Task requirements:
Output all of the entries exactly as written.

Data supplied:
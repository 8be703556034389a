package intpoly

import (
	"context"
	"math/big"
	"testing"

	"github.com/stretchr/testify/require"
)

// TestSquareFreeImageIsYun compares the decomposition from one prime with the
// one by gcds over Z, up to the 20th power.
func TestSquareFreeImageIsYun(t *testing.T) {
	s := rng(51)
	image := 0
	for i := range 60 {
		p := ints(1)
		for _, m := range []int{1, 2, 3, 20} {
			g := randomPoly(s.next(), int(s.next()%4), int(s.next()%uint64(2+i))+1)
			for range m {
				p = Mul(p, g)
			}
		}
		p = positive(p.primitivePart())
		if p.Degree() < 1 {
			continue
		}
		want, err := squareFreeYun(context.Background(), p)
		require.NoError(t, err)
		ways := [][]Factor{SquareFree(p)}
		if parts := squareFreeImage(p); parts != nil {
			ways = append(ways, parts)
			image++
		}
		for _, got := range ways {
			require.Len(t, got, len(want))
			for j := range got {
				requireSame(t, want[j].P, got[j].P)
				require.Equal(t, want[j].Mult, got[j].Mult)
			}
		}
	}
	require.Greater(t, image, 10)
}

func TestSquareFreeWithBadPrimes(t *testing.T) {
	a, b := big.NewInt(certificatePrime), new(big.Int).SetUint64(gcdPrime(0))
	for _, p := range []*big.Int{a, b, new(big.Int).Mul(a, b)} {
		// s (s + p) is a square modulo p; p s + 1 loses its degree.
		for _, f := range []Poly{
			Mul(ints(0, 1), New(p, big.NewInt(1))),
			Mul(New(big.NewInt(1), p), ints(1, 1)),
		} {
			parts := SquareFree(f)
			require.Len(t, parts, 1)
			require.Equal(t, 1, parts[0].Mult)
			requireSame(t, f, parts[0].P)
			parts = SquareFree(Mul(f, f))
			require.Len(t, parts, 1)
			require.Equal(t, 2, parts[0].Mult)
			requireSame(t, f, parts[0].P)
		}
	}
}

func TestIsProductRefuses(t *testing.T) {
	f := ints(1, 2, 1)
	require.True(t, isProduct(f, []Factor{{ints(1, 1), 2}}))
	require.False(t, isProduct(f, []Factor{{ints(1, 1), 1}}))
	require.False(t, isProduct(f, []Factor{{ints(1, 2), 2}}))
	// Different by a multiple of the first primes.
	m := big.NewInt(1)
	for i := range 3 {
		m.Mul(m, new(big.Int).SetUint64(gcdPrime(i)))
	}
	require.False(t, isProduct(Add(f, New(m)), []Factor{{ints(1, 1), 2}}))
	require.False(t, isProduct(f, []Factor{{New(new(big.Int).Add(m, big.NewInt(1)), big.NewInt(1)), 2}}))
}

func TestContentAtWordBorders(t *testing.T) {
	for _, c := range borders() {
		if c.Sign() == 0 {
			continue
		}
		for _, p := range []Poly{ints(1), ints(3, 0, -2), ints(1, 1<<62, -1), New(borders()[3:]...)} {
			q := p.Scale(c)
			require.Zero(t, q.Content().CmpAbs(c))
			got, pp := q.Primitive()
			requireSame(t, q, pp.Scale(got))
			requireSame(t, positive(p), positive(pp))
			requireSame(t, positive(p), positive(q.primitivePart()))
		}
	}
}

Answer section:
repository 8be703556034389a
package intpoly

import (
	"context"
	"math/big"
	"testing"

	"github.com/stretchr/testify/require"
)

// TestSquareFreeImageIsYun compares the decomposition from one prime with the
// one by gcds over Z, up to the 20th power.
func TestSquareFreeImageIsYun(t *testing.T) {
	s := rng(51)
	image := 0
	for i := range 60 {
		p := ints(1)
		for _, m := range []int{1, 2, 3, 20} {
			g := randomPoly(s.next(), int(s.next()%4), int(s.next()%uint64(2+i))+1)
			for range m {
				p = Mul(p, g)
			}
		}
		p = positive(p.primitivePart())
		if p.Degree() < 1 {
			continue
		}
		want, err := squareFreeYun(context.Background(), p)
		require.NoError(t, err)
		ways := [][]Factor{SquareFree(p)}
		if parts := squareFreeImage(p); parts != nil {
			ways = append(ways, parts)
			image++
		}
		for _, got := range ways {
			require.Len(t, got, len(want))
			for j := range got {
				requireSame(t, want[j].P, got[j].P)
				require.Equal(t, want[j].Mult, got[j].Mult)
			}
		}
	}
	require.Greater(t, image, 10)
}

func TestSquareFreeWithBadPrimes(t *testing.T) {
	a, b := big.NewInt(certificatePrime), new(big.Int).SetUint64(gcdPrime(0))
	for _, p := range []*big.Int{a, b, new(big.Int).Mul(a, b)} {
		// s (s + p) is a square modulo p; p s + 1 loses its degree.
		for _, f := range []Poly{
			Mul(ints(0, 1), New(p, big.NewInt(1))),
			Mul(New(big.NewInt(1), p), ints(1, 1)),
		} {
			parts := SquareFree(f)
			require.Len(t, parts, 1)
			require.Equal(t, 1, parts[0].Mult)
			requireSame(t, f, parts[0].P)
			parts = SquareFree(Mul(f, f))
			require.Len(t, parts, 1)
			require.Equal(t, 2, parts[0].Mult)
			requireSame(t, f, parts[0].P)
		}
	}
}

func TestIsProductRefuses(t *testing.T) {
	f := ints(1, 2, 1)
	require.True(t, isProduct(f, []Factor{{ints(1, 1), 2}}))
	require.False(t, isProduct(f, []Factor{{ints(1, 1), 1}}))
	require.False(t, isProduct(f, []Factor{{ints(1, 2), 2}}))
	// Different by a multiple of the first primes.
	m := big.NewInt(1)
	for i := range 3 {
		m.Mul(m, new(big.Int).SetUint64(gcdPrime(i)))
	}
	require.False(t, isProduct(Add(f, New(m)), []Factor{{ints(1, 1), 2}}))
	require.False(t, isProduct(f, []Factor{{New(new(big.Int).Add(m, big.NewInt(1)), big.NewInt(1)), 2}}))
}

func TestContentAtWordBorders(t *testing.T) {
	for _, c := range borders() {
		if c.Sign() == 0 {
			continue
		}
		for _, p := range []Poly{ints(1), ints(3, 0, -2), ints(1, 1<<62, -1), New(borders()[3:]...)} {
			q := p.Scale(c)
			require.Zero(t, q.Content().CmpAbs(c))
			got, pp := q.Primitive()
			requireSame(t, q, pp.Scale(got))
			requireSame(t, positive(p), positive(pp))
			requireSame(t, positive(p), positive(q.primitivePart()))
		}
	}
}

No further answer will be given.